John Wolfe
- Full name: John Keith Wolfe
- Date of birth: 25 March 1943 (age 81)
- Place of birth: Sydney, NSW, Australia
- School: Anglican Church Grammar School The Southport School
- University: University of Queensland

Rugby union career
- Position(s): Fullback / Winger

Provincial / State sides
- Years: Team / Apps / (Points)
- Queensland /  / ()

International career
- Years: Team / Apps / (Points)
- 1963: Australia

= John Wolfe (rugby union) =

John Keith Wolfe (born 25 March 1943) is an Australian former international rugby union player.

Raised on the Gold Coast, Wolfe picked up rugby union during his time as a pupil at Anglican Church Grammar School, before playing in the 1st XV with The Southport School, where he completed his last two years of school.
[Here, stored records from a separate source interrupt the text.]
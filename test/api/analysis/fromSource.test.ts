// analyze --data reads a one-row-per-plot file through the direct path and a file with a trait
// column through the table path: the same plots must give the same report either way.
import { mkdtempSync, rmSync, writeFileSync } from 'node:fs';
import { tmpdir } from 'node:os';
import { join } from 'node:path';
import { afterAll, describe, expect, it } from 'vitest';
import { runAnalysisFromSource } from '../../../src/api/analysis/fromSource.js';
import { mulberry32 } from '../../../src/engine/stats/random.js';
import { analysisSpecSchema } from '../../../src/spec/analysisSpec.js';

const dir = mkdtempSync(join(tmpdir(), 'manyfield-fromsource-'));
afterAll(() => rmSync(dir, { recursive: true, force: true }));

describe('runAnalysisFromSource on plot files', () => {
  it('wide (direct path) and long (trait column, table path) files give the same report', async () => {
    const uniform = mulberry32(5);
    const wide = ['env,block,trt,y'];
    const long = ['env,block,trt,trait,v'];
    for (let e = 0; e < 6; e++) {
      for (let b = 1; b <= 3; b++) {
        for (const trt of ['CTL', 'A', 'B']) {
          const y = (3 + uniform() + (trt === 'CTL' ? 0 : 0.5)).toFixed(4);
          wide.push(`E${e},${b},${trt},${y}`);
          long.push(`E${e},${b},${trt},y,${y}`);
        }
      }
    }
    writeFileSync(join(dir, 'wide.csv'), `${wide.join('\n')}\n`);
    writeFileSync(join(dir, 'long.csv'), `${long.join('\n')}\n`);
    const base = { trait: 'y', control: 'CTL', contrasts: [{ name: 'treated_vs_control', kind: 'treated-vs-control' }] };
    const a = await runAnalysisFromSource({ data: join(dir, 'wide.csv'), spec: analysisSpecSchema.parse({ ...base, columns: { trial: 'env', block: 'block', treatment: 'trt', response: 'y' } }), save: false });
    const b = await runAnalysisFromSource({ data: join(dir, 'long.csv'), spec: analysisSpecSchema.parse({ ...base, columns: { trial: 'env', block: 'block', treatment: 'trt', trait: 'trait', response: 'v' } }), save: false });
    const strip = (r: typeof a): unknown => JSON.parse(JSON.stringify({ ...r, provenance: undefined }, (k, v) => (k === 'elapsedMs' || k === 'plotId' ? undefined : v)));
    expect(a.provenance.dataFingerprint).toMatch(/^sha256:[0-9a-f]{64}$/);
    expect(a.provenance.dataFingerprint).not.toBe(b.provenance.dataFingerprint);
    expect(strip(a)).toEqual(strip(b));
    expect(a.trialsAnalysed).toBe(6);
  });
});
Wolfe, a fullback and winger, played his first-grade rugby for the University of Queensland. He toured New Zealand with Queensland in 1963 and subsequently won a place on the Wallabies squad for that year's tour of South Africa, selected as a winger. Featuring in seven uncapped tour matches, Wolfe had been set for a cap in the second Test against the Springboks at Newlands, after John Williams contracted bronchitis, but broke his right foot in a training accident and had to pull out. He was a member of the Queensland side which toured Fiji in 1965.